In baseball, you’re not going to win all 162 games in a season. It’s impossible. It’s never been done. But if you keep a cool head and you have great fundamentals and a fantastic attitude with a good work ethic, then you’re probably going to win 100 and lose 62, and that makes you a first-place team.

Q. How do you interview job candidates? 

A. The only people I hire now are part of my senior team, and it would be a lot more than one interview. It would probably be five to seven meetings. I want to take you to a social gathering and maybe to a ball game.

I want to know as much I can about you, and to make sure that our values and our missions are aligned. I would also take you to a couple restaurants to see how you treat the waitress or waiter. My mother was a waitress, and it’s really important to me that everyone is treated with respect.

I also want to find out if you’re a missionary or a mercenary.

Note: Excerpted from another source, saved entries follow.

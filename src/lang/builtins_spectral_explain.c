/* explain of the spectral-curve builtins: the dictionary between the curve and the intersection
   numbers (times s_j, shifted KdV times, psi weights, normalisation, route).  Conventions:
   docs/conventions.md, "Spectral curves". */
#include <stdlib.h>
#include <string.h>
#include <flint/fmpq.h>
#include <flint/fmpq_mpoly.h>

#include "builtins_spectral.h"
#include "diag.h"
#include "spectral/spectral.h"
#include "eval.h"

/* See builtins.h.  A name bound in the scope (a function of the user's, or a variable) hides the
   builtin, as in eval_call, so explain leaves it alone. */
int spectral_explains(scope *s, const char *name)
{
    if (strcmp(name, "omega") != 0 && strcmp(name, "omega_coeff") != 0 && strcmp(name, "curve_volume") != 0)
        return 0;
    return scope_lookup(s, name) == NULL;
}

/* Prints "  label name_j = value" for the nonzero entries j = from..to of s (curve context). */
static void bsp_print_list(interp *I, const char *label, const char *name, const fmpq_mpoly_struct *s,
                           slong from, slong to, slong shift, const bsp_curve *C)
{
    fmpq_mpoly_t t;
    slong shown = 0, zeros = 0;
    fmpq_mpoly_init(t, I->ring.ctx);
    fprintf(I->out, "  %s:", label);
    for (slong j = from; j <= to; j++) {
        if (fmpq_mpoly_is_zero(s + j, C->ctx)) {
            zeros++;
            continue;
        }
        bsp_to_ring(I, t, s + j, C);
        char *txt = scalar_get_str(t, &I->ring);
        fprintf(I->out, "%s %s_%ld = %s", shown++ ? "," : "", name, (long) (j + shift), txt);
        free(txt);
    }
    if (!shown)
        fprintf(I->out, " all 0 up to %s_%ld\n", name, (long) (to + shift));
    else if (zeros)
        fprintf(I->out, "; the others up to %s_%ld are 0\n", name, (long) (to + shift));
    else
        fputc('\n', I->out);
    fmpq_mpoly_clear(t, I->ring.ctx);
}

/* The dictionary of omega_{g,n} for the curve C: times, weights, normalisation, route. */
static void bsp_print_dictionary(interp *I, const bsp_curve *C, slong g, slong n, int volume)
{
    int bessel = C->kind == SP_CURVE_BESSEL;
    slong D = 3 * g - 3 + n, Dt = bessel ? (g > 0 ? g - 1 : 0) : D, j;
    fmpq_mpoly_struct *s = flint_malloc((size_t) (D + 1) * sizeof(fmpq_mpoly_struct));
    int only1 = 1;
    fmpq_t c;
    for (j = 0; j <= D; j++)
        fmpq_mpoly_init(s + j, C->ctx);
    sp_times_kind(s, D, C->kind, C->y, C->K, C->ctx);
    for (j = 2; j <= D; j++)
        only1 &= fmpq_mpoly_is_zero(s + j, C->ctx);
    if (bessel)
        fprintf(I->out, "%s of the Bessel-type curve x = z^2/2, y_odd = sum_k y_k z^(2k-1), Theta on Mbar_{%ld,%ld}\n",
                volume ? "volume polynomial" : "omega", (long) g, (long) n);
    else
        fprintf(I->out, "%s of the curve x = z^2/2, y_odd = sum_k y_k z^(2k+1), Mbar_{%ld,%ld} of dimension %ld\n",
                volume ? "volume polynomial" : "omega", (long) g, (long) n, (long) D);
    if (bessel && g == 0) {
        fprintf(I->out, "  Theta_{0,%ld} = 0: every coefficient vanishes\n", (long) n);
        for (j = 0; j <= D; j++)
            fmpq_mpoly_clear(s + j, C->ctx);
        flint_free(s);
        return;
    }
    bsp_print_list(I, "y_k", "y", C->y, 0, Dt < C->K ? Dt : C->K, 0, C);
    bsp_print_list(I, bessel ? "kappa times, exp(-sum s_j u^j) = sum (2k-1)!! y_k/y_0 u^k"
                             : "kappa times, exp(-sum s_j u^j) = sum (2k+1)!! y_k/y_0 u^k", "s", s, 1, Dt, 0, C);
    sp_shift_times_kind(s, D, C->kind, C->y, C->K, C->ctx);
    for (j = 1; j <= D; j++)
        fmpq_mpoly_neg(s + j, s + j, C->ctx);
    if (bessel)
        bsp_print_list(I, "Theta times t_0 = 0, t_k = -(2k-1)!! y_k/y_0", "t", s, 1, Dt, 0, C);
    else
        bsp_print_list(I, "KdV times t_0 = t_1 = 0, t_{k+1} = -(2k+1)!! y_k/y_0", "t", s, 1, D, 1, C);
    fmpq_init(c);
    fmpq_mpoly_get_fmpq(c, C->y + 0, C->ctx);
    fmpq_pow_si(c, c, 2 - 2 * g - n);
    if (n % 2)
        fmpq_neg(c, c);
    char *ct = fmpq_get_str(NULL, 10, c);
    const char *th = bessel ? "Theta " : "";
    if (volume)
        fprintf(I->out, "  V_{%ld,%ld}(L) = c * int %sexp(sum_j s_j kappa_j + sum_i L_i^2 psi_i/2), "
                        "c = (-1)^n y_0^(2-2g-n) = %s\n", (long) g, (long) n, th, ct);
    else
        fprintf(I->out, "  omega_{%ld,%ld} = c * sum_d prod_i (2d_i+1)!! u_i^(2d_i+2) int %sexp(sum_j s_j kappa_j) "
                        "prod_i psi_i^d_i, u_i = 1/z_i, c = (-1)^n y_0^(2-2g-n) = %s\n", (long) g, (long) n, th, ct);
    flint_free(ct);
    fmpq_clear(c);
    if (bessel)
        fprintf(I->out, "  route: Theta-psi numbers at the Theta times, %.0f of them at most\n",
                sp_shift_estimate_kind(SP_CURVE_BESSEL, g, n, C->K));
    else if (only1 && g >= 2 && n <= 6)
        fprintf(I->out, "  route: only s_1 is nonzero: the volume engine\n");
    else
        fprintf(I->out, "  route: psi correlators at the KdV times, %.0f of them at most\n", sp_shift_estimate(g, n, C->K));
    for (j = 0; j <= D; j++)
        fmpq_mpoly_clear(s + j, C->ctx);
    flint_free(s);
}

/* See builtins.h: evaluates the arguments and prints the dictionary (the caller prints the value). */
int spectral_explain(interp *I, scope *s, const node *call)
{
    value *args[3] = {NULL, NULL, NULL};
    slong g = 0, n = 0, *d = NULL;
    int ok = call->list->len == 3;
    bsp_curve C;
    for (int i = 0; ok && i < 3; i++)
        ok = (args[i] = eval_expr(I, s, call->list->items[i])) != NULL;
    if (ok)
        ok = builtin_get_slong(I, call, args, 1, 0, SP_MAX_DIM, &g);
    if (ok && strcmp(call->text, "omega_coeff") == 0)
        ok = (n = bsp_read_index(I, call, args, 2, &d)) > 0;
    else if (ok)
        ok = builtin_get_slong(I, call, args, 2, 1, SP_MAX_DIM, &n);
    if (ok && (2 * g - 2 + n <= 0 || 3 * g - 3 + n > SP_MAX_DIM)) {
        diag_error(&call->loc, "omega_{%ld,%ld} is not a stable correlator of dimension at most 400", (long) g, (long) n);
        ok = 0;
    }
    if (ok)
        ok = bsp_curve_read(I, call, args, 0, bsp_curve_needs(I, args[0], g, n), "this request", &C);
    if (ok) {
        bsp_print_dictionary(I, &C, g, n, strcmp(call->text, "curve_volume") == 0);
        bsp_curve_clear(&C);
    }
    free(d);
    for (int i = 0; i < 3; i++)
        if (args[i])
            value_release(args[i]);
    return ok;
}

I also want to find out if you’re a missionary or a mercenary. I want someone who is mission-driven — someone who wants to do well but also believes that it’s important to do good in the world. It’s important that it’s not just about ROI, and that it’s about doing work that fits your vision and your values. A mercenary is someone who would do anything at all cost to get the absolute last dollar. That’s someone we don’t want working for this organization.

Q. What other career and life advice would you give to MBA students in their 20s?

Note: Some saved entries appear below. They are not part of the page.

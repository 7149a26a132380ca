/* Names, items of lists and subscripted names: x, xs[i], L_{i} (a member of
   a family of variables), V_{g,n} (the volume polynomial) and VTheta_{g,n}
   (the super volume polynomial). Every function
   returns a new reference, or NULL after reporting at the node responsible. */
#include <stdlib.h>
#include <string.h>

#include "diag.h"
#include "hodge_lang.h"
#include "interp.h"
#include "theta_lang.h"
#include "strata_class.h"
#include "strata_lang.h"
#include "unavailable.h"
#include "util.h"
#include "integrate.h"
#include "eval.h"
#include "builtins.h"

/* Genus and number of points of V_{g,n} stay below this (as for every space
   that the volume routes accept). */
#define NAMES_MAX_VOLUME_INDEX 1000000

static value *names_fail(const node *n, char *msg)
{
    diag_error(&n->loc, "%s", msg);
    free(msg);
    return NULL;
}

/* Reports a reserved class name (lambda_1, Theta, ...); 1 when name is one. */
int names_check_reserved(const srcloc *at, const char *name)
{
    if (!unavailable_class(name))
        return 0;
    char buf[320];
    unavailable_message(name, buf, sizeof buf);
    diag_error(at, "%s", buf);
    return 1;
}

value *eval_name(interp *I, scope *s, const node *n)
{
    binding *b = scope_lookup(s, n->text);
    value *hodge;
    if (b && b->kind == B_VALUE)
        return value_ref(b->val);
    if (!b && hodge_lang_name(I, n, &hodge))
        return hodge;
    if (!b && strata_class_name(I, n, &hodge))
        return hodge;
    if (!b && names_check_reserved(&n->loc, n->text))
        return NULL;
    if (!b)
        return names_fail(n, xasprintf("undefined name '%s' (formal variables are declared with 'var %s')",
                                       n->text, n->text));
    if (b->kind == B_FUNCTION)
        return names_fail(n, xasprintf("'%s' is a function: call it as %s(...)", n->text, n->text));
    return names_fail(n, xasprintf("'%s' is a family of variables: its members are %s_%ld, ..., or %s_{i} for a "
                                   "computed index", n->text, n->text, (long)b->lo, n->text));
}

/* Item i of the list v (index expression at n->a): 1-based, like the mathematics it
   transcribes. */
static value *names_list_item(interp *I, scope *s, const node *n, const value *v)
{
    slong i;
    if (!eval_slong(I, s, n->a, "list index", 1, &i))
        return NULL;
    if (i > v->len)
        return names_fail(n->a, xasprintf("index %ld is past the end of a list of length %ld", (long)i,
                                          (long)v->len));
    return value_ref(v->items[i - 1]);
}

/* expr[i] where expr is not a bare name: a call, a parenthesised expression, another item. */
static value *names_item_of_value(interp *I, scope *s, const node *n)
{
    value *base = eval_expr(I, s, n->b), *r;
    if (!base)
        return NULL;
    if (base->kind == V_LIST)
        r = names_list_item(I, s, n, base);
    else
        r = names_fail(n->b, xstrdup("this is not a list (square brackets take the items of a list)"));
    value_release(base);
    return r;
}

/* xs[i] for a list: 1-based, like the mathematics it transcribes. */
value *eval_indexed(interp *I, scope *s, const node *n)
{
    if (n->b)
        return names_item_of_value(I, s, n);
    binding *b = scope_lookup(s, n->text);
    if (b && b->kind == B_VALUE && b->val->kind == V_LIST)
        return names_list_item(I, s, n, b->val);
    if (b && b->kind == B_FAMILY)
        return names_fail(n, xasprintf("'%s' is a family of variables: a member is written %s_{i}, not %s[i] "
                                       "(square brackets take the items of a list)", n->text, n->text, n->text));
    if (b && b->kind == B_FUNCTION)
        return names_fail(n, xasprintf("'%s' is a function: call it as %s(...)", n->text, n->text));
    if (!b)
        return names_fail(n, xasprintf("undefined name '%s'", n->text));
    return names_fail(n, xasprintf("'%s' is not a list (square brackets take the items of a list)", n->text));
}

/* L_{i}: the member L_i of the family L declared by var L_{a..b}. */
static value *names_family_member(interp *I, scope *s, const node *n, const binding *b)
{
    if (n->list->len != 1)
        return names_fail(n, xasprintf("a member of the family %s has one index: %s_{i}", n->text, n->text));
    slong i, lo = b->lo, hi = b->hi;
    if (!eval_slong(I, s, n->list->items[0], "index", WORD_MIN / 2, &i))
        return NULL;
    if (i < lo || i > hi)
        return names_fail(n->list->items[0], xasprintf("index %ld is outside the declared range %s_{%ld..%ld}",
                                                       (long)i, n->text, (long)lo, (long)hi));
    char *name = xasprintf("%s_%ld", n->text, (long)i);
    binding *m = scope_lookup(s, name);
    free(name);
    if (m && m->kind == B_VALUE)
        return value_ref(m->val);
    return names_fail(n, xasprintf("the family member %s_%ld is no longer bound", n->text, (long)i));
}

/* One subscript of V_{g,n} as an integer in 0..NAMES_MAX_VOLUME_INDEX. */
static int names_volume_index(interp *I, scope *s, const node *e, const char *what, slong *out)
{
    if (!eval_slong(I, s, e, what, 0, out))
        return 0;
    if (*out <= NAMES_MAX_VOLUME_INDEX)
        return 1;
    diag_error(&e->loc, "the %s of V_{g,n} or VTheta_{g,n} must be at most %d", what, NAMES_MAX_VOLUME_INDEX);
    return 0;
}

/* V_{g,n}: the volume polynomial V_{g,n}(L_1..L_n), binding L_1..L_n; VTheta_{g,n} (theta): the
   super volume polynomial V^Theta_{g,n}(L_1..L_n) of src/lang/theta_lang_values.c, the same way. */
static value *names_volume(interp *I, scope *s, const node *n, int theta)
{
    if (n->list->len != 2)
        return names_fail(n, xasprintf("%s_{g,n} takes two subscripts, the genus and the number of points "
                                       "(got %d)", n->text, n->list->len));
    slong g, npts;
    if (!names_volume_index(I, s, n->list->items[0], "genus", &g)
        || !names_volume_index(I, s, n->list->items[1], "number of points", &npts))
        return NULL;
    return theta ? theta_supervolume_value(I, n, g, npts) : volume_cached(I, n, g, npts);
}

/* The arguments of a call V_{g,n}(a_1, ..., a_n), evaluated into args[0..len); returns 0
   (those evaluated released) when one fails. */
static int names_call_args(interp *I, scope *s, const node *call, value **args)
{
    for (int i = 0; i < call->list->len; i++)
        if (!(args[i] = eval_expr(I, s, call->list->items[i]))) {
            while (i-- > 0)
                value_release(args[i]);
            return 0;
        }
    return 1;
}

/* V_{g,n}(a_1, ..., a_n), VTheta_{g,n}(...): the volume polynomial at L_i = a_i, all at once
   (subs_lengths). Any other subscripted name takes no arguments. */
static value *names_subscript_call(interp *I, scope *s, const node *n, const binding *b)
{
    const node *call = n->b;
    int volume = (strcmp(n->text, "V") == 0 || strcmp(n->text, "VTheta") == 0) && !(b && b->kind == B_FAMILY);
    if (!volume)
        return names_fail(call, xasprintf("%s_{...} is not a function: only the volume polynomials "
                                          "V_{g,n}(L_1, ..., L_n) and VTheta_{g,n}(...) take arguments", n->text));
    slong npts;
    value *p = names_volume(I, s, n, n->text[1] != '\0');
    if (!p || !names_volume_index(I, s, n->list->items[1], "number of points", &npts)) {
        value_release(p);
        return NULL;
    }
    if (call->list->len != npts) {
        value_release(p);
        return names_fail(call, xasprintf("%s_{g,n} with n = %ld takes %ld arguments, the lengths L_1..L_%ld "
                                          "(got %d)", n->text, (long)npts, (long)npts, (long)npts,
                                          call->list->len));
    }
    int *vars = xmalloc((size_t)(npts + 1) * sizeof(int));
    value **args = xmalloc((size_t)(npts + 1) * sizeof(value *));
    value *r = NULL;
    if (integrate_declare_lengths(I, n, npts, vars) && names_call_args(I, s, call, args)) {
        r = subs_lengths(I, call, p, vars, npts, args);
        for (slong i = 0; i < npts; i++)
            value_release(args[i]);
    }
    free(args);
    free(vars);
    value_release(p);
    return r;
}

value *eval_subscript(interp *I, scope *s, const node *n)
{
    binding *b = scope_lookup(s, n->text);
    if (n->b)
        return names_subscript_call(I, s, n, b);
    if (b && b->kind == B_FAMILY)
        return names_family_member(I, s, n, b);
    if (strcmp(n->text, "V") == 0 || strcmp(n->text, "VTheta") == 0)
        return names_volume(I, s, n, n->text[1] != '\0');
    value *hodge;
    if (!b && hodge_lang_subscript(I, s, n, &hodge))
        return hodge;
    if (!b && strata_lang_subscript(I, s, n, &hodge))
        return hodge;
    if (!b && strata_class_subscript(I, s, n, &hodge))
        return hodge;
    char *stem = xasprintf("%s_", n->text);
    int reserved = names_check_reserved(&n->loc, stem);
    free(stem);
    if (reserved)
        return NULL;
    if (b && b->kind == B_VALUE && b->val->kind == V_LIST)
        return names_fail(n, xasprintf("'%s' is a list: its items are %s[i]", n->text, n->text));
    return names_fail(n, xasprintf("'%s' is not a family of variables (declare one with var %s_{1..k})", n->text,
                                   n->text));
}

A. From age 20 to 30, you should look at jobs as an extension of the MBA. The last thing you should worry about is how much you’re being paid. What matters is who you work for. Do they believe in you? Can they add value to your career? Will they bring you into meetings where you can learn from senior leaders?

It’s about getting your at-bats, rather just sitting on the bench, even if you’re making more money. You have to seek out the right team and the right culture. Even if you can make more money doing another job, the opportunity to learn from leaders like Bill Belichick, Joe Torre and Pat Riley will be priceless.

I also find that people can be in too much of a hurry. The younger generation today wants results first. I love the ambition, but at the same time, there has to be kind of a blue-collar approach of putting one step in front of the other and getting experience.